Ciaooooo tutti ragazzi!


Treviso’da 2. ayımı tamamlarken diyorum ki 2 ay bu kadar hızlı geçtiyse kalan 6 ayım soluk almak kadar hızlı mı geçecek? Neyse o soluk almak kadar hızlı geçe dursun da asıl zamanın geçtiğini sürecin sonunda olduğumuz yeni insan ile karşılayalım diyorum ben..:)
Bu ay bir torba dolusu yeni tecrübe ile geçti. Etkinlikler hazırlarken kendimi keşfettiğim, yeni zorluklarla karşılaşıp bunları çözmenin yolunu bulduğum, çok fazla danışıp çok fazla yol keşfettiğim, gezip gördüğüm, hiç bilmediğim bir ülkenin, karşılaştığım her insanın gözünden bir şeyleri keşfettiğim dünyayı buraya nasıl aktarabilirim bilmiyorum.
Bir hafta sonu İtalya’nın pizza başkenti Napoli’yi tadalım diye yola çıktık Avustralyalı arkadaşım ile, her şeyden habersiz. Gece karanlığında kendimizi Napoli tarihinin içinde bulup, aniden değiştirdiğimiz başka bir sokakta çılgın Napolitan insanlarla caddelerce eğlendik. İtalya’nın Teksası ve pizza dahisi Napoli’yi ve hayalim olan Pompei tarihini içime çekmek hazırlayacağım aktiviteler için bana ilham ve enerji oldu. Döndüğümde ise aynı evi paylaşacağım Londra’da yaşayan arkadaşım bana gerçek bir İngiliz yol haritası oldu. Kendimi şanslı hissettiğim ve şansımı yarattığım bir ayı başlatmış oldum…
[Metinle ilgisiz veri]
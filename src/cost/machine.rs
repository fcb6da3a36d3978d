//! Machine profiles (one node type, TOML) and the time estimate built on
//! them.
//!
//! A profile states a node's memory, cores, memory bandwidth and sustained
//! multiply-add rate per dtype. Version 2 adds what `sliceplan calibrate`
//! measures: a fixed overhead per contraction, and per thread count the
//! rate, the bandwidth and the share of the rate small matrix products
//! reach (`[[threads]]` tables), with how and when it was measured
//! (`[calibration]`). Version 1 files are still read; their rates are the
//! whole node's, scaled by threads / cores for a slice with fewer threads.
//!
//! The estimate is a model, not a measurement ([`super::time`]): per
//! contraction a fixed overhead plus ops / rate plus bytes moved /
//! bandwidth, for the threads one slice gets; summed per slice; the
//! wall time is ceil(slices / (nodes x slices per node)) x per-slice time.
//! It ignores start-up, file I/O and contention between slices.

use std::path::Path;

use serde::{Deserialize, Serialize};

use super::bytes::parse_bytes;
use super::time::{slice_seconds, Speeds};
use super::{Dims, NodeSets};
use crate::error::{Error, Result};
use crate::network::Dtype;

/// The `format` value of a machine profile.
pub const MACHINE_FORMAT: &str = "sliceplan-machine";
/// The newest profile version this build reads and writes.
pub const MACHINE_VERSION: u32 = 2;

#[derive(Debug, Deserialize)]
#[serde(deny_unknown_fields)]
struct MachineFile {
    format: Option<String>,
    version: Option<u32>,
    name: String,
    #[serde(default)]
    description: String,
    memory: String,
    usable_fraction: f64,
    slices_per_node: u64,
    nodes: u64,
    cores: u64,
    bandwidth: String,
    rate: Rates,
    #[serde(default)]
    limits: Limits,
    overhead_seconds: Option<f64>,
    #[serde(default)]
    threads: Vec<ThreadFile>,
    calibration: Option<Calibration>,
}

#[derive(Debug, Deserialize)]
#[serde(deny_unknown_fields)]
struct ThreadFile {
    threads: u64,
    bandwidth: String,
    rate: Rates,
    efficiency: Option<Efficiency>,
    memory: Option<MemoryShare>,
}

/// Figures measured for slices running with a given number of threads.
#[derive(Debug, Clone, PartialEq, Serialize)]
pub struct ThreadFigures {
    /// Threads per slice.
    pub threads: u64,
    /// Bytes per second moved by memory-bound contractions.
    pub bandwidth: f64,
    /// Multiply-adds per second of large products.
    pub rate: Rates,
    /// Share of the rate small products reach.
    pub efficiency: Option<Efficiency>,
    /// Share of the bandwidth contractions reach by the data they move.
    pub memory: Option<MemoryShare>,
}

/// The share of `bandwidth` a contraction moving 2^`elements_log2`
/// elements (operands and result) reaches: above 1 while it fits in
/// caches, below 1 for tensors far larger than the one measured.
#[derive(Debug, Clone, PartialEq, Serialize, Deserialize)]
#[serde(deny_unknown_fields)]
pub struct MemoryShare {
    /// log2 of the elements moved, increasing.
    pub elements_log2: Vec<f64>,
    /// The share of the bandwidth at each size.
    pub share: Vec<f64>,
}

impl MemoryShare {
    /// The (log2 elements, share) points.
    pub fn points(&self) -> Vec<(f64, f64)> {
        self.elements_log2
            .iter()
            .copied()
            .zip(self.share.iter().copied())
            .collect()
    }

    fn check(&self) -> std::result::Result<(), String> {
        let n = self.elements_log2.len();
        if n == 0
            || self
                .elements_log2
                .windows(2)
                .any(|w| w[0].partial_cmp(&w[1]) != Some(std::cmp::Ordering::Less))
        {
            return Err("memory.elements_log2 must list at least one size, increasing".into());
        }
        if self.share.len() != n {
            return Err(format!(
                "memory.share has {} shares but elements_log2 has {n} sizes; give one share per size",
                self.share.len()
            ));
        }
        if let Some(x) = self
            .share
            .iter()
            .find(|x| !(x.is_finite() && **x > 0.0 && **x <= 100.0))
        {
            return Err(format!(
                "memory.share: {x} must be a positive number (1 = the bandwidth)"
            ));
        }
        Ok(())
    }
}

/// The share of the rate one matrix product of 2^`ops_log2` multiply-adds
/// reaches, per dtype (a point per entry of `ops_log2`).
#[derive(Debug, Clone, PartialEq, Serialize, Deserialize)]
#[serde(deny_unknown_fields)]
pub struct Efficiency {
    /// log2 of the multiply-adds of one product, increasing.
    pub ops_log2: Vec<f64>,
    /// Shares for real 32-bit.
    pub f32: Vec<f64>,
    /// Shares for real 64-bit.
    pub f64: Vec<f64>,
    /// Shares for complex 32-bit parts.
    pub c64: Vec<f64>,
    /// Shares for complex 64-bit parts.
    pub c128: Vec<f64>,
}

impl Efficiency {
    /// The (log2 size, share) points of one dtype.
    pub fn points(&self, dtype: Dtype) -> Vec<(f64, f64)> {
        let shares = match dtype {
            Dtype::F32 => &self.f32,
            Dtype::F64 => &self.f64,
            Dtype::C64 => &self.c64,
            Dtype::C128 => &self.c128,
        };
        self.ops_log2
            .iter()
            .copied()
            .zip(shares.iter().copied())
            .collect()
    }

    fn check(&self) -> std::result::Result<(), String> {
        let n = self.ops_log2.len();
        if n == 0
            || self
                .ops_log2
                .windows(2)
                .any(|w| w[0].partial_cmp(&w[1]) != Some(std::cmp::Ordering::Less))
        {
            return Err("efficiency.ops_log2 must list at least one size, increasing".into());
        }
        for (name, v) in [
            ("f32", &self.f32),
            ("f64", &self.f64),
            ("c64", &self.c64),
            ("c128", &self.c128),
        ] {
            if v.len() != n {
                return Err(format!(
                    "efficiency.{name} has {} shares but ops_log2 has {n} sizes; give one share per size",
                    v.len()
                ));
            }
            if let Some(x) = v
                .iter()
                .find(|x| !(x.is_finite() && **x > 0.0 && **x <= 4.0))
            {
                return Err(format!(
                    "efficiency.{name}: share {x} must be a positive number (1 = the full rate)"
                ));
            }
        }
        Ok(())
    }
}

/// How and when a profile was measured (written by `sliceplan calibrate`).
#[derive(Debug, Clone, PartialEq, Serialize, Deserialize)]
#[serde(deny_unknown_fields)]
pub struct Calibration {
    /// Date of the measurement, `YYYY-MM-DD` (UTC).
    pub date: String,
    /// The host name of the node measured.
    pub host: String,
    /// The sliceplan version that measured it.
    pub tool_version: String,
    /// Load average (1 minute) when the measurement started, when known.
    #[serde(default)]
    pub load: Option<f64>,
    /// Seconds the measurement took.
    #[serde(default)]
    pub seconds: f64,
    /// How each figure was measured: figure name, method.
    #[serde(default)]
    pub method: std::collections::BTreeMap<String, String>,
}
Biraz etkinliklerden bahsetmek istiyorum; mülteci çocukların okul sonrası eğitimlerini desteklemek için içinde yer aldığım etkinlikte o çocukların gözünden İtalyancanın anlaşılamazlığını gördüm üstüne onlar ile bazı zamanlar İngilizce derslerinde çalışıyorduk haliyle çok fazla karmaşa meydana geliyordu. Buranın asıl amacı bu çocukların derslerindeki başarıya odaklanırken ben bana düşen kısımda vereceğim bilgiyi oyunlaştırarak onlarla empati kurarak vermeyi seçmiştim bu yaptığım oradaki İtalyan gönüllüleri de etkiledi ve şimdi birlikte daha fazla hassasiyet gösteriyoruz. Dünyanın neresinde olursa olsun çocuk çocuktur, dünyayı çocuk gözünden anlamak harika bir duygu, kendi çocukluğumuz ile..:) Bir diğer aktivitem olan ortaokul düzeyi çocuklarla ile yaptığım ingilizce aktivite başlarda beni korkutmuştu, bu gençler aileleri tarafından haftada bir gün 1 saat için bir kilise sınıfında ingilizce öğrenmeleri için gönderiliyordu ve ergenlik döneminin duygusal geçişleri içindelerdi. Benim ise amaçladığım onlara okuldaki formal eğitimin dışında ingilizce konuşabilecekleri o rahat ortamı yaratmaktı, korkmadan. Bunun için uzun soluklu bir plan ile ilerlemek gerekiyordu ve beş haftanın sonunda sınıfın en yaramaz çocuğu bile elinden gelenin en iyisi yapmak için özveri gösterdi bu işte benim-bizim başarı hikayemizdi.. Birlikte yol aldık ve keşfettik yeterliliklerimizi, yapabileceklerimizi, saf kendimiz olarak,yargılamadan, öğrenerek. Gönüllülük ile dokunduğumuz her bir deneyim dünya için karnaval! Karnaval demişken de öyle bir tarihlere denk gelmişim ki hem doğum günümü İtalya’da yeni edindiğim kültürlerarası arkadaşlarım ile kutlamış oldum hem de Venedik karnavalını tüm dünyadan insanlarla soluyacaktım! Bu karnaval yaklaşırken, insanları tren istasyonlarında, kafelerde kahvelerini yudumlarken hatta sokak ortasında sandviçlerini ısırırken geleneksel kostümleriyle ve maskeleriyle görürseniz şaşırmayın!  Bu tecrübeleri edinmek her ülke için Erasmus+ plus programı ile mümkün! Haydi seç projeni gel keşfet Dünyayı VE BAŞLASIN KARNAVAL!